In that tearful remembrance, the unit's command sergeant major called out the names of the dead, three times each. Grizzled veterans struggled to hold back tears and others dabbed their eyes with tissues.

Fifteen soldiers from the 507th were ambushed March 23 near Nasiriyah, northwest of Basra. One of them, Pfc. Jessica Lynch, a 19-year-old supply clerk, was rescued two weeks ago.

The newly freed members of the 507th are Hernandez, 21, of Mission; Spc. Joseph Hudson, 23, of Alamogordo, N.M.; Spc. Shoshana Johnson, 30, of Fort Bliss; Pfc. Patrick Miller, 23, of Park City, Kan.; and Sgt. James Riley, 31, of Pennsauken, N.J.

The two freed pilots were Young and Chief Warrant Officer David S. Williams, 30, of Orlando, Fla.

"I've always remained positive," said Williams' father, David Williams Sr. "When you believe in God as I do and my son does, you know he will come back home safely."

After the capture of the 507th members, Iraqi TV showed some answering questions, darting their eyes back and forth between an interviewer and another person who couldn't be seen on camera.

Miller's mother said she was elated at the new television images of her son -- wearing blue shorts and a long-sleeved shirt -- being transferred from a helicopter into an ambulance.

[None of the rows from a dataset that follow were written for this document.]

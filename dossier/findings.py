"""Findings: what a calc concluded, as structured data (words are made in dossier.wording)."""

from __future__ import annotations

import enum
from dataclasses import dataclass, field


class Verdict(str, enum.Enum):
    """In order of severity. NOT_ASSESSED: the record does not give what the check needs."""

    FAIL = "fail"
    NOT_ASSESSED = "not-assessed"
    MARGINAL = "marginal"
    PASS = "pass"
    INFO = "info"

    @property
    def rank(self) -> int:
        return list(Verdict).index(self)


@dataclass(frozen=True)
class Source:
    """Where a limit or method comes from.

    kind is 'standard', 'handbook', 'application-note', 'reference' or 'common-practice'.
    A common-practice source names the usual practice and has no publisher.
    """

    title: str
    publisher: str = ""
    edition: str = ""
    clause: str = ""
    kind: str = "standard"

    @property
    def is_common_practice(self) -> bool:
        return self.kind == "common-practice"


def common_practice(what: str) -> Source:
    return Source(title=what, kind="common-practice")


@dataclass(frozen=True)
class Measure:
    """A named value with its unit, e.g. ('declared clearance', 3.2 mm)."""

    label: str
    quantity: object


@dataclass(frozen=True)
class Finding:
    code: str
    calc: str
    subject: str
    title: str
    verdict: Verdict
    values: tuple[Measure, ...] = ()
    limit: Measure | None = None
    relation: str = ">="
    method: str = ""
    explanation: str = ""
    keys: tuple[tuple, ...] = ()
    sources: tuple[Source, ...] = ()
    extra: tuple[Measure, ...] = field(default=())
    # guards against a hazard (a safety barrier, the mains protection): when not assessed, it blocks power-up
    guards_hazard: bool = False

    @property
    def blocks_power_up(self) -> bool:
        """A fail blocks power-up; so does a check guarding a hazard (a safety barrier, the mains protection) that was not made."""
        return self.verdict is Verdict.FAIL or (self.verdict is Verdict.NOT_ASSESSED and self.guards_hazard)

    @property
    def value(self) -> Measure | None:
        return self.values[0] if self.values else None

    @property
    def identity(self) -> tuple[str, str]:
        """What stays the same across revisions, so the same finding can be compared."""
        return (self.code, self.subject)


def worst(findings) -> Verdict | None:
    verdicts = [f.verdict for f in findings if f.verdict is not Verdict.INFO]
    return min(verdicts, key=lambda v: v.rank) if verdicts else None


def judge(value, limit, relation: str = ">=", marginal_within: float = 0.0) -> Verdict:
    """Pass when value meets the limit; marginal when it does, but by less than the given fraction."""
    meets = value >= limit if relation == ">=" else value <= limit
    if not meets:
        return Verdict.FAIL
    headroom = (value - limit) / limit if relation == ">=" else (limit - value) / limit
    return Verdict.MARGINAL if float(headroom.to("").magnitude) < marginal_within else Verdict.PASS


def counts(findings) -> dict[Verdict, int]:
    tally = {verdict: 0 for verdict in Verdict}
    for finding in findings:
        tally[finding.verdict] += 1
    return tally
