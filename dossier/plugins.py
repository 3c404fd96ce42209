"""Calc plugins, found through the 'dossier.calcs' entry-point group, built-in ones included."""

from __future__ import annotations

import inspect
from dataclasses import dataclass, field
from importlib.metadata import entry_points
from typing import Callable, Iterable, Mapping

from dossier.findings import Finding

GROUP = "dossier.calcs"


@dataclass(frozen=True)
class Calc:
    """A calc: a pure function from a validated record to findings.

    name    short stable name, also the entry-point name
    title   heading for reports and pages
    run      record -> iterable of Finding, or a CalcResult (findings plus products); no file access, no global state
    summary  one paragraph for the docs
    codes    every finding code it may emit, with a one-line meaning (documented automatically)
    products every product it may hand on to later stages (charts, the checklist), with a one-line meaning
    """

    name: str
    title: str
    run: Callable[..., Iterable[Finding] | "CalcResult"]
    summary: str
    codes: dict[str, str] = field(default_factory=dict)
    order: int = 100
    products: dict[str, str] = field(default_factory=dict)


class CalcResult(list):
    """What a calc's run may return instead of bare findings: the findings (it is the list of them, so code that
    reads a calc's findings works either way), with the products computed on the way that later stages use as
    they are (a curve to draw, a part to fit) instead of computing them again."""

    def __init__(self, findings: Iterable[Finding] = (), products: Mapping[str, object] | None = None):
        super().__init__(findings)
        self.products = dict(products or {})


class PluginError(Exception):
    """A calc plugin that cannot be used, named with why."""

    def __init__(self, plugin: str, reason: str):
        super().__init__(f"calc plugin '{plugin}': {reason}")
        self.plugin = plugin
        self.reason = reason


def validate(name: str, obj) -> Calc:
    """Check a plugin when it is registered, not when it is first called."""
    if not isinstance(obj, Calc):
        raise PluginError(name, f"entry point must name a dossier.plugins.Calc, found {type(obj).__name__}")
    if obj.name != name:
        raise PluginError(name, f"its Calc is named '{obj.name}'; the entry point and the Calc must share one name")
    if not callable(obj.run):
        raise PluginError(name, "its run is not callable")
    _check_signature(name, obj.run)
    if not obj.codes:
        raise PluginError(name, "declares no finding codes")
    _check_products(name, obj.products)
    return obj


def _check_products(name: str, products) -> None:
    if not isinstance(products, Mapping):
        raise PluginError(name, f"its products must map each product's name to its meaning, found {type(products).__name__}")
    for key, meaning in products.items():
        if not (isinstance(key, str) and key and isinstance(meaning, str) and meaning):
            raise PluginError(name, f"product {key!r} needs a non-empty name and a one-line meaning")


def _check_signature(name: str, run) -> None:
    try:
        parameters = [p for p in inspect.signature(run).parameters.values() if p.default is p.empty]
    except (TypeError, ValueError):
        return
    if len(parameters) != 1:
        raise PluginError(name, f"run must take exactly one argument (the record), takes {len(parameters)}")


def load_calcs(points=None) -> list[Calc]:
    """Load and validate every calc; a broken plugin raises PluginError naming it."""
    points = entry_points(group=GROUP) if points is None else points
    calcs = [validate(point.name, _load(point)) for point in points]
    return sorted(calcs, key=lambda calc: (calc.order, calc.name))


def _load(point):
    try:
        return point.load()
    except Exception as error:  # a third party's import can fail in any way
        raise PluginError(point.name, f"could not be loaded: {type(error).__name__}: {error}") from None
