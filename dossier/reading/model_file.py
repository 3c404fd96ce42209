"""From a YAML file to a validated pydantic model, or to located problems: the one path every file kind takes.

Records, archive.yaml, published.yaml and commissioning files all come through here, so the same mistake
(an unknown key, a missing key, a value of the wrong type) is located and worded the same way in each.
"""

from __future__ import annotations

import dataclasses
import typing
from dataclasses import dataclass
from pathlib import Path
from types import UnionType
from typing import Generic, TypeVar

from pydantic import BaseModel, ValidationError

from dossier.problems import InputError, Location, Problem
from dossier.reading.yaml_source import SourceMap, dotted, read_document
from dossier.wording import EMPTY_FILE_TEXT, either, unknown_key_hint, validation_expected, validation_found

M = TypeVar("M", bound=BaseModel)


@dataclass(frozen=True)
class ModelFile(Generic[M]):
    """A validated file: the model, where each of its keys stands, and the file it came from."""

    model: M
    sources: SourceMap
    path: Path
    data: dict


def load_model_file(path: Path, model: type[M], example: str, shown_as: str | None = None, when_empty: M | None = None) -> ModelFile[M]:
    """Read and validate one file; every problem in it is raised at once as a located InputError.

    example shows the file's first keys, e.g. 'id: ..., title: ...', for a file that is not a mapping;
    when_empty is the model of a file holding nothing (only comments), if such a file is allowed."""
    document = read_document(path, shown_as)
    if document.data is None and when_empty is not None:
        return ModelFile(when_empty, document.sources, path, {})
    if not isinstance(document.data, dict):
        found = EMPTY_FILE_TEXT if document.data is None else type(document.data).__name__
        where = Location(document.sources.file, 1, 1)
        raise InputError([Problem("not_a_mapping", where, expected=f"a mapping of keys ({example})", found=found)])
    return ModelFile(validated(document.data, model, document.sources), document.sources, path, document.data)


def validated(data: dict, model: type[M], sources: SourceMap) -> M:
    try:
        return model.model_validate(data)
    except ValidationError as error:
        raise InputError(validation_problems(error, model, sources, data)) from None


def validation_problems(error: ValidationError, model: type[BaseModel], sources: SourceMap, data: object = None) -> list[Problem]:
    """One problem per key: a value that fits none of a union's types is one problem listing them all."""
    by_key: dict[tuple, list[Problem]] = {}
    for item in error.errors():
        problem = _problem(item, model, sources, data)
        by_key.setdefault((problem.key, problem.location, problem.found), []).append(problem)
    return [_joined(problems) for problems in by_key.values()]


def _joined(problems: list[Problem]) -> Problem:
    if len(problems) == 1:
        return problems[0]
    expected = list(dict.fromkeys(problem.expected for problem in problems))
    return dataclasses.replace(problems[0], expected=either(expected))


def _problem(item: dict, model: type[BaseModel], sources: SourceMap, data: object) -> Problem:
    kind = item["type"]
    path = tuple(item["loc"]) if kind in ("missing", "extra_forbidden") else _key_path(item["loc"], sources)
    return Problem(
        code=kind,
        location=_location(kind, path, sources),
        key=dotted(path),
        expected=validation_expected(kind, item.get("ctx") or {}, item["msg"]),
        found=validation_found(kind, item.get("ctx") or {}, item.get("input"), path),
        hint=_hint(kind, path, model, data),
    )


def _key_path(loc: tuple, sources: SourceMap) -> tuple:
    """The key path in the file: pydantic adds the member it tried for a union ('str', 'int', ...); drop it."""
    path = tuple(loc)
    while path and not isinstance(path[-1], int) and path not in sources and path[:-1] in sources and _names_a_type(path[-1]):
        path = path[:-1]
    return path


def _names_a_type(part: str) -> bool:
    return part in {"str", "int", "float", "bool", "list", "dict", "date", "none"} or "[" in part


def _location(kind: str, path: tuple, sources: SourceMap) -> Location:
    if kind == "missing":
        return sources.locate(path[:-1])  # a missing key has no place of its own: point at its mapping
    return sources.locate(path, at_key=kind == "extra_forbidden")


def _hint(kind: str, path: tuple, model: type[BaseModel], data: object) -> str:
    if kind != "extra_forbidden" or not path:
        return ""
    return unknown_key_hint(str(path[-1]), known_keys(model, path[:-1]), _previous_entry(data, path))


def _previous_entry(data: object, path: tuple) -> tuple[str, object] | None:
    """The key and value written just before an unknown key in its mapping, if any."""
    for part in path[:-1]:
        try:
            data = data[part]
        except (KeyError, IndexError, TypeError):
            return None
    if not isinstance(data, dict):
        return None
    keys = list(data)
    index = keys.index(path[-1]) if path[-1] in keys else 0
    return (keys[index - 1], data[keys[index - 1]]) if index > 0 else None


def known_keys(model: type[BaseModel], path: tuple) -> list[str]:
    """The keys a mapping at this path may hold, following the model's annotations."""
    annotation: object = model
    for part in path:
        annotation = _step(annotation, part)
        if annotation is None:
            return []
    target = _model_in(annotation)
    return list(target.model_fields) if target else []


def _step(annotation, part):
    """The annotation one key (or list index, or mapping key) further down."""
    stripped = _strip(annotation)
    model = _model_in(stripped)
    if model is not None:
        field = model.model_fields.get(part) if isinstance(part, str) else None
        return field.annotation if field else None
    args = [a for a in typing.get_args(stripped) if a is not type(None)]
    return args[-1] if args else None  # list[X] -> X, dict[str, X] -> X


def _strip(annotation):
    while typing.get_origin(annotation) is typing.Annotated:
        annotation = typing.get_args(annotation)[0]
    args = [a for a in typing.get_args(annotation) if a is not type(None)]
    if typing.get_origin(annotation) in (typing.Union, UnionType) and len(args) == 1:
        return _strip(args[0])
    return annotation


def _model_in(annotation):
    annotation = _strip(annotation)
    if isinstance(annotation, type) and issubclass(annotation, BaseModel):
        return annotation
    return None
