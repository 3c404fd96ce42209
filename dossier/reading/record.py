"""Loading a record file: YAML with positions, then validation, every problem in one pass."""

from __future__ import annotations

import difflib
import typing
from dataclasses import dataclass
from pathlib import Path

from pydantic import BaseModel, ValidationError

from dossier.problems import InputError, Location, Problem
from dossier.record.model import Record
from dossier.reading.yaml_source import SourceMap, dotted, read_document


@dataclass(frozen=True)
class LoadedRecord:
    record: Record
    sources: SourceMap
    path: Path

    def locate(self, key_path) -> Location:
        return self.sources.locate(tuple(key_path))


def load_record(path: Path, shown_as: str | None = None) -> LoadedRecord:
    document = read_document(path, shown_as)
    if not isinstance(document.data, dict):
        found = "an empty file" if document.data is None else type(document.data).__name__
        raise InputError([Problem("not_a_mapping", Location(document.sources.file, 1, 1), expected="a mapping of keys (id: ..., title: ...)", found=found)])
    try:
        record = Record.model_validate(document.data)
    except ValidationError as error:
        raise InputError([_problem(item, document.sources) for item in error.errors()]) from None
    return LoadedRecord(record, document.sources, path)


def _problem(item: dict, sources: SourceMap) -> Problem:
    path = tuple(item["loc"])
    kind = item["type"]
    location = sources.locate(path, at_key=kind == "extra_forbidden")
    if kind == "missing":
        location = sources.locate(path[:-1])
    return Problem(
        code=kind,
        location=location,
        key=dotted(path),
        expected=_expected(item),
        found=_found(item),
        hint=_hint(kind, path),
    )


EXPECTED_BY_TYPE = {
    "string_too_long": "at most {max_length} characters",
    "string_too_short": "at least {min_length} character(s)",
    "too_short": "at least {min_length} item(s)",
    "too_long": "at most {max_length} item(s)",
    "greater_than": "a number above {gt}",
    "greater_than_equal": "a number of at least {ge}",
    "less_than": "a number below {lt}",
    "less_than_equal": "a number of at most {le}",
    "string_pattern_mismatch": "text matching {pattern}",
    "string_type": "text",
    "int_type": "a whole number",
    "int_parsing": "a whole number",
    "float_type": "a number",
    "float_parsing": "a number",
    "bool_type": "true or false",
    "bool_parsing": "true or false",
    "list_type": "a list",
    "dict_type": "a mapping",
    "model_type": "a mapping",
    "date_type": "a date (YYYY-MM-DD)",
    "date_from_datetime_parsing": "a date (YYYY-MM-DD)",
}


def _expected(item: dict) -> str:
    ctx = item.get("ctx") or {}
    if "expected" in ctx:
        return str(ctx["expected"])
    template = EXPECTED_BY_TYPE.get(item["type"])
    if template:
        try:
            return template.format(**ctx)
        except KeyError:
            pass
    if item["type"] == "missing":
        return "this key"
    if item["type"] == "extra_forbidden":
        return "a known key"
    return item["msg"].removeprefix("Value error, ")


def _found(item: dict) -> str:
    ctx = item.get("ctx") or {}
    if "found" in ctx:
        return str(ctx["found"])
    if item["type"] == "missing":
        return "nothing"
    if item["type"] == "extra_forbidden":
        return repr(str(item["loc"][-1]))
    value = item.get("input")
    if isinstance(value, (dict, list)):
        return "a mapping" if isinstance(value, dict) else "a list"
    text = repr(value)
    return text if len(text) <= 60 else text[:57] + "..."


def _hint(kind: str, path: tuple) -> str:
    if kind != "extra_forbidden" or not path:
        return ""
    known = known_keys(Record, path[:-1])
    close = difflib.get_close_matches(str(path[-1]), known, n=1, cutoff=0.6)
    return f"did you mean '{close[0]}'?" if close else ""


def known_keys(model: type[BaseModel], path: tuple) -> list[str]:
    """The keys a mapping at this path may hold, following the model's annotations."""
    annotation: object = model
    for part in path:
        annotation = _step(annotation, part)
        if annotation is None:
            return []
    target = _model_in(annotation)
    return list(target.model_fields) if target else []


def _step(annotation, part):
    model = _model_in(annotation)
    if isinstance(part, int):
        args = [a for a in typing.get_args(_strip(annotation)) if a is not type(None)]
        return args[0] if args else None
    if model is None or part not in model.model_fields:
        return None
    return model.model_fields[part].annotation


def _strip(annotation):
    while typing.get_origin(annotation) is typing.Annotated:
        annotation = typing.get_args(annotation)[0]
    args = [a for a in typing.get_args(annotation) if a is not type(None)]
    if typing.get_origin(annotation) in (typing.Union, getattr(__import__("types"), "UnionType")) and len(args) == 1:
        return _strip(args[0])
    return annotation


def _model_in(annotation):
    annotation = _strip(annotation)
    if isinstance(annotation, type) and issubclass(annotation, BaseModel):
        return annotation
    return None
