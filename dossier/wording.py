"""Every sentence dossier says about problems and findings is made here, from structured data."""

from __future__ import annotations

from dossier.findings import Finding, Measure, Source, Verdict
from dossier.problems import Problem
from dossier.units import fmt

PROBLEM_TEXT = {
    "missing": "required key is missing",
    "extra_forbidden": "unknown key",
    "missing_unit": "a unit is needed",
    "wrong_dimension": "wrong kind of unit",
    "unknown_unit": "unit not recognised",
    "below_absolute_zero": "impossible temperature",
    "not_a_quantity": "not a value with a unit",
    "duplicate_key": "key given twice",
    "yaml_syntax": "YAML syntax error",
    "yaml_value": "value cannot be read",
    "not_utf8": "file is not UTF-8 text",
    "file_too_large": "file too large",
    "file_unreadable": "file cannot be read",
    "too_many_nodes": "too many values",
    "too_deep": "nesting too deep",
    "control_character": "file holds a control character",
    "yaml_tag": "YAML tags are not allowed",
    "merge_key": "YAML merge keys are not supported",
    "bad_key": "key must be plain text",
    "not_a_mapping": "a record must be a mapping",
    "revision_mismatch": "revision does not match the file name",
    "id_mismatch": "id does not match the build folder",
    "attachment_missing": "attachment not found",
    "unsafe_path": "path leaves the archive",
    "path_missing": "no such file or folder",
    "literal_error": "not one of the allowed values",
    "string_pattern_mismatch": "text is not in the expected form",
    "unknown_item": "no such item on this revision's checklist",
    "value_not_expected": "this item takes no measured value",
    "build_mismatch": "build does not match the folder",
    "same_person": "the witness must be a second person",
    "temperature_not_rise": "a temperature rise is needed, not a reading",
    "published_changed": "this revision was published and its file has changed since",
    "published_missing": "a published revision's record file is gone",
    "published_file_changed": "a file attached to a published revision has changed",
    "not_published": "this revision has not been published",
    "nothing_to_amend": "nothing to amend",
    "unknown_revision": "no such build or revision",
}


def counted(number: int, noun: str) -> str:
    """'1 build', '3 builds': a count with its noun in the right number."""
    return f"{number} {noun if number == 1 else noun + 's'}"


def problem_line(problem: Problem) -> str:
    """One line per problem: 'file:line:col: key: what; expected X, found Y (hint)'."""
    head = f"{problem.location}: "
    if problem.key:
        head += f"{problem.key}: "
    text = head + PROBLEM_TEXT.get(problem.code, problem.code.replace("_", " "))
    details = [part for part in (_expected(problem), _found(problem)) if part]
    if details:
        text += "; " + ", ".join(details)
    if problem.hint:
        text += f" ({problem.hint})"
    return text


def _expected(problem: Problem) -> str:
    return f"expected {problem.expected}" if problem.expected else ""


def _found(problem: Problem) -> str:
    return f"found {problem.found}" if problem.found else ""


def measure_text(measure: Measure | None) -> str:
    if measure is None:
        return ""
    return f"{measure.label} {quantity_text(measure.quantity)}"


def quantity_text(quantity) -> str:
    if hasattr(quantity, "units"):
        return fmt(quantity)
    return str(quantity)


def comparison_text(finding: Finding) -> str:
    """'3.2 mm >= 2.5 mm required' or '' when the finding has no limit."""
    if finding.value is None:
        return ""
    if finding.limit is None:
        return quantity_text(finding.value.quantity)
    return f"{quantity_text(finding.value.quantity)} {_relation(finding.relation)} {quantity_text(finding.limit.quantity)} ({finding.limit.label})"


def _relation(relation: str) -> str:
    return {">=": "vs at least", "<=": "vs at most"}.get(relation, relation)


def margin_text(finding: Finding) -> str:
    """By how much the value clears or misses its limit, in the value's units."""
    if finding.value is None or finding.limit is None or not hasattr(finding.value.quantity, "units"):
        return ""
    value, limit = finding.value.quantity, finding.limit.quantity.to(finding.value.quantity.units)
    gap = value - limit if finding.relation == ">=" else limit - value
    if gap.check("[temperature]"):
        gap = gap.to("kelvin")  # a difference of temperatures reads better in K than as a 'delta degC'
    word = "short by" if gap.magnitude < 0 else "margin"
    return f"{word} {fmt(abs(gap))}"


def source_text(source: Source) -> str:
    if source.is_common_practice:
        return f"common practice: {source.title}"
    parts = [source.title]
    if source.edition:
        parts.append(source.edition)
    if source.clause:
        parts.append(source.clause)
    text = ", ".join(parts)
    return f"{text} ({source.publisher})" if source.publisher else text


def sources_text(finding: Finding) -> str:
    return "; ".join(source_text(source) for source in finding.sources)


# Changes between revisions (the changes page and `dossier diff`).


def finding_label(finding: Finding) -> str:
    """'Clearance (primary to output)': what a finding is about, the same in every revision."""
    return f"{finding.title} ({finding.subject})" if finding.subject else finding.title


def finding_state_text(finding: Finding | None) -> str:
    """'fail, 2.5 mm' or 'not reported'."""
    if finding is None:
        return "not reported"
    value = quantity_text(finding.value.quantity) if finding.value is not None else ""
    return f"{finding.verdict.value}, {value}" if value else finding.verdict.value


def finding_change_text(old: Finding | None, new: Finding | None) -> str:
    """'clearance (primary to output): fail -> pass (2.5 mm -> 4 mm)'."""
    label = finding_label(new or old)
    if old is None:
        return f"{label}: new finding, {finding_state_text(new)}"
    if new is None:
        return f"{label}: no longer reported (was {finding_state_text(old)})"
    verdicts = f"{old.verdict.value} -> {new.verdict.value}" if old.verdict != new.verdict else f"still {new.verdict.value}"
    values = _value_change(old, new)
    return f"{label}: {verdicts}" + (f" ({values})" if values else "")


def _value_change(old: Finding, new: Finding) -> str:
    before = quantity_text(old.value.quantity) if old.value is not None else ""
    after = quantity_text(new.value.quantity) if new.value is not None else ""
    return f"{before or 'no value'} -> {after or 'no value'}" if before != after else ""


def verdict_summary_text(tally: dict) -> str:
    """'2 fail, 1 marginal, 12 pass' from counts by verdict."""
    shown = [f"{tally.get(verdict, 0)} {verdict.value}" for verdict in (Verdict.FAIL, Verdict.MARGINAL, Verdict.PASS)]
    return ", ".join(shown)


def verdict_counts_text(tally: dict) -> str:
    """'2 fail, 1 marginal, 12 pass, and 5 for information'."""
    info = tally.get(Verdict.INFO, 0)
    return verdict_summary_text(tally) + (f", and {info} for information" if info else "")


def limit_text(finding: Finding) -> str:
    """'at least 3 mm (required clearance)', or '' when the finding has no limit."""
    if finding.limit is None:
        return ""
    bound = {">=": "at least", "<=": "at most"}.get(finding.relation, finding.relation)
    return f"{bound} {quantity_text(finding.limit.quantity)} ({finding.limit.label})"


NO_FAILING_TEXT = "No check fails and none is marginal."
NOTHING_TO_CHECK_TEXT = "Nothing in this record for this calc to check."
NO_FINDING_CHANGED_TEXT = "No finding changed verdict or value."

PROBLEM_TEXT.update({
    "temperature_difference": "a temperature is needed, not a difference",
    "hidden_character": "text holds a control or direction-changing character",
    "blank_text": "text is blank",
    "duplicate_designator": "designator given twice",
    "revision_spelt_twice": "one revision in two files",
    "attachment_type": "attachment of a type that is not published",
    "attachment_name": "attachment name would break its link",
    "ledger_chain_broken": "the ledger's chain is broken",
    "ledger_entry_edited": "a ledger entry does not match its hash",
    "ledger_event_invalid": "a ledger entry is out of order",
    "published_values_changed": "a published revision's values have changed",
    "ledger_history_rewritten": "the ledger no longer holds a head shown before",
})
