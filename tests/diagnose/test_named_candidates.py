"""The candidates' own words worked out once (roles_words._Named) point where the per-call
computation points, on generated headers and statements' words (prefixes of four letters or
more match, as the words module says; words shared by two headers name neither)."""

from __future__ import annotations

import random

from auditor.diagnose.roles_words import _Named
from auditor.formula.syntax import Ref
from auditor.locate.meaning import Header
from auditor.locate.words import shared

VOCABULARY = (
    "load loads fuel time temp temperature mg/l dose day height shoot leaf count flow litre conc "
    "abs absorbance"
).split()


def _plain_points_at(words: frozenset[str], candidates: list[Header]):  # type: ignore[no-untyped-def]
    if not words or not shared(words, frozenset(w for h in candidates for w in h.words)):
        return None
    hits = []
    for index, header in enumerate(candidates):
        others = frozenset(w for j, h in enumerate(candidates) if j != index for w in h.words)
        own = frozenset(w for w in header.words if not shared(frozenset([w]), others))
        matched = shared(own, words)
        if matched:
            hits.append((header, matched))
    return hits[0] if len(hits) == 1 else None


def test_named_candidates_point_as_the_plain_computation() -> None:
    rng = random.Random(17)
    compared = pointed = 0
    for case in range(300):
        candidates = [
            Header(
                f"h{i}",
                f"Data!{chr(65 + i)}1",
                Ref("Data", 2, i + 1, 20, i + 1),
                frozenset(rng.sample(VOCABULARY, rng.randint(1, 3))),
            )  # fmt: skip
            for i in range(rng.randint(1, 5))
        ]
        named = _Named(candidates)
        for _ in range(6):
            words = frozenset(rng.sample(VOCABULARY, rng.randint(0, 3)))
            got, want = named.points_at(words), _plain_points_at(words, candidates)
            assert got == want, (case, words)
            compared += 1
            pointed += got is not None
    assert compared == 1800 and pointed > 200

"He looked great -- just like he did before he left except that his hair was longer," Mary Pickering said. "I've been crying a lot today. It's been so stressful."

Miller's rescue was announced at the Palm Sunday service at Olivet Southern Baptist Church in Wichita.

"For the good news about Patrick ... let there be great rejoicing," the Rev. Ron Pracht told his congregation.

In front of Johnson's home El Paso home, trucker Kenneth Wayne Krueger leaped out of his rig, unable to contain his happiness. Krueger had served two years at Fort Bliss with Shoshana Johnson's father.

"I'm just so happy!" Krueger shouted as he jumped up and down hugging Johnson's mother, Eunice. Horns blared all day outside the home.

Riley's father, Athol Riley, said he maintained hope throughout the ordeal that his son would not be killed or injured. "I don't really think people are inherently bad," he said. "Generally people have a good side, and that includes the Iraqis."

Col. Ben Hobson, the Fort Bliss chief of staff, cheered Sunday's rescue, but he also remembered those whose loved ones are not coming home: "It's great news for us, but it doesn't help those who weren't as fortunate," he said.

Other families still live with uncertainty.

"We're all well, but all waiting," said Juanita Anguiano, whose 24-year-old son Edward, an Army sergeant, is among several still missing. "We certainly hope they find him."